EXERCISE => The reply should hold every record, copied exactly.

DATA SECTION =>
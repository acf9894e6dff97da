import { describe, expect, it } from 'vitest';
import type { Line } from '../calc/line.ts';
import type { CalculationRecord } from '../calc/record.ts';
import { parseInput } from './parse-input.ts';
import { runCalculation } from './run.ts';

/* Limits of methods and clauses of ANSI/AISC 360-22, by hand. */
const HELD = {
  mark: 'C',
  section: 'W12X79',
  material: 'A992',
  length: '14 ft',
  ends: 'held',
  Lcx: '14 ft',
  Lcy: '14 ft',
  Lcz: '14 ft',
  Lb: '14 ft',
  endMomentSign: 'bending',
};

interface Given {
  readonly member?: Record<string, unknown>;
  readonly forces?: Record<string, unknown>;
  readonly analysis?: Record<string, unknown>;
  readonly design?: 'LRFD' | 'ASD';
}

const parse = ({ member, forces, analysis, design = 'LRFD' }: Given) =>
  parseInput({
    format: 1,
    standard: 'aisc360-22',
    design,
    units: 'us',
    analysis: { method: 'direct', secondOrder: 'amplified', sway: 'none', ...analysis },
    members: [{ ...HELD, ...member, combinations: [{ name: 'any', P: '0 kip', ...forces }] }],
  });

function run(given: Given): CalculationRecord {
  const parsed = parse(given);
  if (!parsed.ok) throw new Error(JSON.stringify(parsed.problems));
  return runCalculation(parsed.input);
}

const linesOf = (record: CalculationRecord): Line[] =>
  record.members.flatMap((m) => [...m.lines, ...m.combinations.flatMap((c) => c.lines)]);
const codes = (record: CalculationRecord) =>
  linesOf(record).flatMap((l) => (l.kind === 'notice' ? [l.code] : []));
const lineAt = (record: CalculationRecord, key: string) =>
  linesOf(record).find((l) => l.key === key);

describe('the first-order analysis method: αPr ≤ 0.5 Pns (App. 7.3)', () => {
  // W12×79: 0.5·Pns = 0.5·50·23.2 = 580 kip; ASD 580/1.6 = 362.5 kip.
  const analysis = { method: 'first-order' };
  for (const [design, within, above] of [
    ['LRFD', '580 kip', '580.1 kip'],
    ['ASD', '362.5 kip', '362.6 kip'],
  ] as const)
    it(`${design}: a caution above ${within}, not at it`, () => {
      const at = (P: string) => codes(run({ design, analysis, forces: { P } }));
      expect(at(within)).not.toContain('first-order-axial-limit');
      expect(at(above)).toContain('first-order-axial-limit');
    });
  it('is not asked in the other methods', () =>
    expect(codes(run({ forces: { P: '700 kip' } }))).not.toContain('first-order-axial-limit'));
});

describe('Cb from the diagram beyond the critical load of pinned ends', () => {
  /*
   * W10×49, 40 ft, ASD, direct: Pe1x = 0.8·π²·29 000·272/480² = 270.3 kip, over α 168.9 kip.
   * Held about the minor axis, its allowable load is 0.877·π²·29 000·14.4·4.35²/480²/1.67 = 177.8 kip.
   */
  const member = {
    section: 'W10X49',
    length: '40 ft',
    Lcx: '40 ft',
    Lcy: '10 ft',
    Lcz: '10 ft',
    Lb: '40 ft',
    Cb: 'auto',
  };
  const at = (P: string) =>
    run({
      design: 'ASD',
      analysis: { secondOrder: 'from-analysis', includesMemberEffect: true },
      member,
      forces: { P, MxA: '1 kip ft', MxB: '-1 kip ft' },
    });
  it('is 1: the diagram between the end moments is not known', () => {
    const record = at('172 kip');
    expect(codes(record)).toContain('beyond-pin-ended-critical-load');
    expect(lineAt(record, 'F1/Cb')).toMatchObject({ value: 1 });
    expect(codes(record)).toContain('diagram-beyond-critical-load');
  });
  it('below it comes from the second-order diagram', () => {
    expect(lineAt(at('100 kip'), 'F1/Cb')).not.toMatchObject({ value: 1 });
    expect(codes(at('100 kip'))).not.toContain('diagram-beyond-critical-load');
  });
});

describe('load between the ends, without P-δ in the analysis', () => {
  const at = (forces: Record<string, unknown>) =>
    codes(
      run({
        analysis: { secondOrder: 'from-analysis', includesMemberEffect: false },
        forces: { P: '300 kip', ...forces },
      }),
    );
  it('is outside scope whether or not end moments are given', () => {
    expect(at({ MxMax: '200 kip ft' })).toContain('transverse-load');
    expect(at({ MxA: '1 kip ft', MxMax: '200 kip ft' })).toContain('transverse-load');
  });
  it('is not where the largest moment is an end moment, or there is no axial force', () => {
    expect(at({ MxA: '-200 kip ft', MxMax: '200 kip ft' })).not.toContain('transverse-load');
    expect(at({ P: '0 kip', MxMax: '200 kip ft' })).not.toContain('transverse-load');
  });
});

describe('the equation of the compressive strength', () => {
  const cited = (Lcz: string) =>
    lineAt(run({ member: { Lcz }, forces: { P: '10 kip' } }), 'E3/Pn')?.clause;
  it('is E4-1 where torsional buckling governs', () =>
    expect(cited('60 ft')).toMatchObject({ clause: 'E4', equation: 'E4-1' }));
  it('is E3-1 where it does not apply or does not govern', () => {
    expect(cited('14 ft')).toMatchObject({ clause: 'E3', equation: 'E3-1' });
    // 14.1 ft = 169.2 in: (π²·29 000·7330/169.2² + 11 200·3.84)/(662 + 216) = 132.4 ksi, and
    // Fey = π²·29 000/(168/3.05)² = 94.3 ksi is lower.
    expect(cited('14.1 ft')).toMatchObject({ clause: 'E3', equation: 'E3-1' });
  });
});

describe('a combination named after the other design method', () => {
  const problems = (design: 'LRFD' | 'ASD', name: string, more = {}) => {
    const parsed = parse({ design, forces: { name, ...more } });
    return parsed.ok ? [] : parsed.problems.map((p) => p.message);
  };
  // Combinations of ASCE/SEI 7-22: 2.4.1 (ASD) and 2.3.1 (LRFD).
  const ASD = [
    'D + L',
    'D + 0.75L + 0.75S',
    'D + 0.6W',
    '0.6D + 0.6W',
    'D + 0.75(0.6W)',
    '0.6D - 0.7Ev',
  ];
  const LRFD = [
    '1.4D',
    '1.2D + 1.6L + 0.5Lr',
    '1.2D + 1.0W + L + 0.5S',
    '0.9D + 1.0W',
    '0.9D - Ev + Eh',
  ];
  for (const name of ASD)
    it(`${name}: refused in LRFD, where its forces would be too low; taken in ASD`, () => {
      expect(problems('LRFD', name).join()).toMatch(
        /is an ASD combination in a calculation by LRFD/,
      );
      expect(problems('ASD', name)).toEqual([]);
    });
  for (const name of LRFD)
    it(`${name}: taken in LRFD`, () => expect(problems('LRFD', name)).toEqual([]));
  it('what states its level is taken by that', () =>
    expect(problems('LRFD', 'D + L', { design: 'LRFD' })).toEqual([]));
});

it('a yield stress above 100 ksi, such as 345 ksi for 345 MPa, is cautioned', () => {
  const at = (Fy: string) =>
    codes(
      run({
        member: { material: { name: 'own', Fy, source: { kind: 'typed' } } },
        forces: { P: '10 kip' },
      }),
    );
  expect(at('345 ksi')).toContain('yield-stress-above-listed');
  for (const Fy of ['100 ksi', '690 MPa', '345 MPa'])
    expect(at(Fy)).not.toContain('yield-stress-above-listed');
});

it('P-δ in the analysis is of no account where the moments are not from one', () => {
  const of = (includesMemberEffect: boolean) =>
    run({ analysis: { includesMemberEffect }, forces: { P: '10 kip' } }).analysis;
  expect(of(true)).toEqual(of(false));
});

RESULT =>
repository acf9894e6dff97da
import { describe, expect, it } from 'vitest';
import type { Line } from '../calc/line.ts';
import type { CalculationRecord } from '../calc/record.ts';
import { parseInput } from './parse-input.ts';
import { runCalculation } from './run.ts';

/* Limits of methods and clauses of ANSI/AISC 360-22, by hand. */
const HELD = {
  mark: 'C',
  section: 'W12X79',
  material: 'A992',
  length: '14 ft',
  ends: 'held',
  Lcx: '14 ft',
  Lcy: '14 ft',
  Lcz: '14 ft',
  Lb: '14 ft',
  endMomentSign: 'bending',
};

interface Given {
  readonly member?: Record<string, unknown>;
  readonly forces?: Record<string, unknown>;
  readonly analysis?: Record<string, unknown>;
  readonly design?: 'LRFD' | 'ASD';
}

const parse = ({ member, forces, analysis, design = 'LRFD' }: Given) =>
  parseInput({
    format: 1,
    standard: 'aisc360-22',
    design,
    units: 'us',
    analysis: { method: 'direct', secondOrder: 'amplified', sway: 'none', ...analysis },
    members: [{ ...HELD, ...member, combinations: [{ name: 'any', P: '0 kip', ...forces }] }],
  });

function run(given: Given): CalculationRecord {
  const parsed = parse(given);
  if (!parsed.ok) throw new Error(JSON.stringify(parsed.problems));
  return runCalculation(parsed.input);
}

const linesOf = (record: CalculationRecord): Line[] =>
  record.members.flatMap((m) => [...m.lines, ...m.combinations.flatMap((c) => c.lines)]);
const codes = (record: CalculationRecord) =>
  linesOf(record).flatMap((l) => (l.kind === 'notice' ? [l.code] : []));
const lineAt = (record: CalculationRecord, key: string) =>
  linesOf(record).find((l) => l.key === key);

describe('the first-order analysis method: αPr ≤ 0.5 Pns (App. 7.3)', () => {
  // W12×79: 0.5·Pns = 0.5·50·23.2 = 580 kip; ASD 580/1.6 = 362.5 kip.
  const analysis = { method: 'first-order' };
  for (const [design, within, above] of [
    ['LRFD', '580 kip', '580.1 kip'],
    ['ASD', '362.5 kip', '362.6 kip'],
  ] as const)
    it(`${design}: a caution above ${within}, not at it`, () => {
      const at = (P: string) => codes(run({ design, analysis, forces: { P } }));
      expect(at(within)).not.toContain('first-order-axial-limit');
      expect(at(above)).toContain('first-order-axial-limit');
    });
  it('is not asked in the other methods', () =>
    expect(codes(run({ forces: { P: '700 kip' } }))).not.toContain('first-order-axial-limit'));
});

describe('Cb from the diagram beyond the critical load of pinned ends', () => {
  /*
   * W10×49, 40 ft, ASD, direct: Pe1x = 0.8·π²·29 000·272/480² = 270.3 kip, over α 168.9 kip.
   * Held about the minor axis, its allowable load is 0.877·π²·29 000·14.4·4.35²/480²/1.67 = 177.8 kip.
   */
  const member = {
    section: 'W10X49',
    length: '40 ft',
    Lcx: '40 ft',
    Lcy: '10 ft',
    Lcz: '10 ft',
    Lb: '40 ft',
    Cb: 'auto',
  };
  const at = (P: string) =>
    run({
      design: 'ASD',
      analysis: { secondOrder: 'from-analysis', includesMemberEffect: true },
      member,
      forces: { P, MxA: '1 kip ft', MxB: '-1 kip ft' },
    });
  it('is 1: the diagram between the end moments is not known', () => {
    const record = at('172 kip');
    expect(codes(record)).toContain('beyond-pin-ended-critical-load');
    expect(lineAt(record, 'F1/Cb')).toMatchObject({ value: 1 });
    expect(codes(record)).toContain('diagram-beyond-critical-load');
  });
  it('below it comes from the second-order diagram', () => {
    expect(lineAt(at('100 kip'), 'F1/Cb')).not.toMatchObject({ value: 1 });
    expect(codes(at('100 kip'))).not.toContain('diagram-beyond-critical-load');
  });
});

describe('load between the ends, without P-δ in the analysis', () => {
  const at = (forces: Record<string, unknown>) =>
    codes(
      run({
        analysis: { secondOrder: 'from-analysis', includesMemberEffect: false },
        forces: { P: '300 kip', ...forces },
      }),
    );
  it('is outside scope whether or not end moments are given', () => {
    expect(at({ MxMax: '200 kip ft' })).toContain('transverse-load');
    expect(at({ MxA: '1 kip ft', MxMax: '200 kip ft' })).toContain('transverse-load');
  });
  it('is not where the largest moment is an end moment, or there is no axial force', () => {
    expect(at({ MxA: '-200 kip ft', MxMax: '200 kip ft' })).not.toContain('transverse-load');
    expect(at({ P: '0 kip', MxMax: '200 kip ft' })).not.toContain('transverse-load');
  });
});

describe('the equation of the compressive strength', () => {
  const cited = (Lcz: string) =>
    lineAt(run({ member: { Lcz }, forces: { P: '10 kip' } }), 'E3/Pn')?.clause;
  it('is E4-1 where torsional buckling governs', () =>
    expect(cited('60 ft')).toMatchObject({ clause: 'E4', equation: 'E4-1' }));
  it('is E3-1 where it does not apply or does not govern', () => {
    expect(cited('14 ft')).toMatchObject({ clause: 'E3', equation: 'E3-1' });
    // 14.1 ft = 169.2 in: (π²·29 000·7330/169.2² + 11 200·3.84)/(662 + 216) = 132.4 ksi, and
    // Fey = π²·29 000/(168/3.05)² = 94.3 ksi is lower.
    expect(cited('14.1 ft')).toMatchObject({ clause: 'E3', equation: 'E3-1' });
  });
});

describe('a combination named after the other design method', () => {
  const problems = (design: 'LRFD' | 'ASD', name: string, more = {}) => {
    const parsed = parse({ design, forces: { name, ...more } });
    return parsed.ok ? [] : parsed.problems.map((p) => p.message);
  };
  // Combinations of ASCE/SEI 7-22: 2.4.1 (ASD) and 2.3.1 (LRFD).
  const ASD = [
    'D + L',
    'D + 0.75L + 0.75S',
    'D + 0.6W',
    '0.6D + 0.6W',
    'D + 0.75(0.6W)',
    '0.6D - 0.7Ev',
  ];
  const LRFD = [
    '1.4D',
    '1.2D + 1.6L + 0.5Lr',
    '1.2D + 1.0W + L + 0.5S',
    '0.9D + 1.0W',
    '0.9D - Ev + Eh',
  ];
  for (const name of ASD)
    it(`${name}: refused in LRFD, where its forces would be too low; taken in ASD`, () => {
      expect(problems('LRFD', name).join()).toMatch(
        /is an ASD combination in a calculation by LRFD/,
      );
      expect(problems('ASD', name)).toEqual([]);
    });
  for (const name of LRFD)
    it(`${name}: taken in LRFD`, () => expect(problems('LRFD', name)).toEqual([]));
  it('what states its level is taken by that', () =>
    expect(problems('LRFD', 'D + L', { design: 'LRFD' })).toEqual([]));
});

it('a yield stress above 100 ksi, such as 345 ksi for 345 MPa, is cautioned', () => {
  const at = (Fy: string) =>
    codes(
      run({
        member: { material: { name: 'own', Fy, source: { kind: 'typed' } } },
        forces: { P: '10 kip' },
      }),
    );
  expect(at('345 ksi')).toContain('yield-stress-above-listed');
  for (const Fy of ['100 ksi', '690 MPa', '345 MPa'])
    expect(at(Fy)).not.toContain('yield-stress-above-listed');
});

it('P-δ in the analysis is of no account where the moments are not from one', () => {
  const of = (includesMemberEffect: boolean) =>
    run({ analysis: { includesMemberEffect }, forces: { P: '10 kip' } }).analysis;
  expect(of(true)).toEqual(of(false));
});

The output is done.